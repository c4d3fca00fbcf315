import { describe, expect, it } from 'vitest'
import { Problems, cutText, maxErrors } from '../../../../shared/settings/problems'

const source = { place: ({ offset }: { offset: number }) => ({ line: 1, column: offset + 1 }), shown: ({ offset, end }: { offset: number, end: number }) => 'x'.repeat(end - offset) }
const spot = (offset: number, end = offset) => ({ offset, end })

describe('Problems', () => {
  it('tells them in the order of the file, not of their finding', () => {
    const problems = new Problems(source)
    problems.add('missing', '/b', spot(9), 'b is missing.')
    problems.add('missing', '/a', spot(2), 'a is missing.')
    problems.add('missing', '', undefined, 'nothing is there.')
    expect(problems.outcome()).toEqual({
      ok: false, more: 0, errors: [
        { at: '', code: 'missing', message: 'nothing is there.' },
        { at: '/a', line: 1, column: 3, code: 'missing', message: 'a is missing.' },
        { at: '/b', line: 1, column: 10, code: 'missing', message: 'b is missing.' },
      ],
    })
  })

  it('keeps the first hundred and counts the rest', () => {
    const problems = new Problems(source)
    for (let index = 0; index < 250; index += 1) {
      expect(problems.full).toBe(index >= maxErrors)
      problems.add('enum', `/${index}`, spot(index), 'no.')
    }
    const { errors, more } = problems.outcome()
    expect(errors).toHaveLength(100)
    expect(errors[99]?.at).toBe('/99')
    expect(more).toBe(150)
    expect(problems.total).toBe(250)
  })

  it('shows the value as it stands, cut to 80 characters, and what was meant', () => {
    const problems = new Problems(source)
    problems.addValue('enum', '/a', spot(0, 100), 'no.', 'yes')
    expect(problems.outcome().errors[0]).toEqual({ at: '/a', line: 1, column: 1, code: 'enum', message: 'no.', value: 'x'.repeat(80), meant: 'yes' })
  })
})

describe('cutText', () => {
  it('counts code points and never halves one', () => {
    expect(cutText('a'.repeat(80))).toBe('a'.repeat(80))
    expect(cutText('a'.repeat(81))).toBe('a'.repeat(80))
    expect(cutText('😀'.repeat(80))).toBe('😀'.repeat(80))
    expect(cutText('😀'.repeat(81))).toBe('😀'.repeat(80))
    expect(cutText('')).toBe('')
  })
})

Your goal:
Nothing but the lines from the one containing "expect(cutText('😀'.repeat(80" through the final line of the listing above belongs in the answer; set them down exactly.

Output below:
    expect(cutText('😀'.repeat(80))).toBe('😀'.repeat(80))
    expect(cutText('😀'.repeat(81))).toBe('😀'.repeat(80))
    expect(cutText('')).toBe('')
  })
})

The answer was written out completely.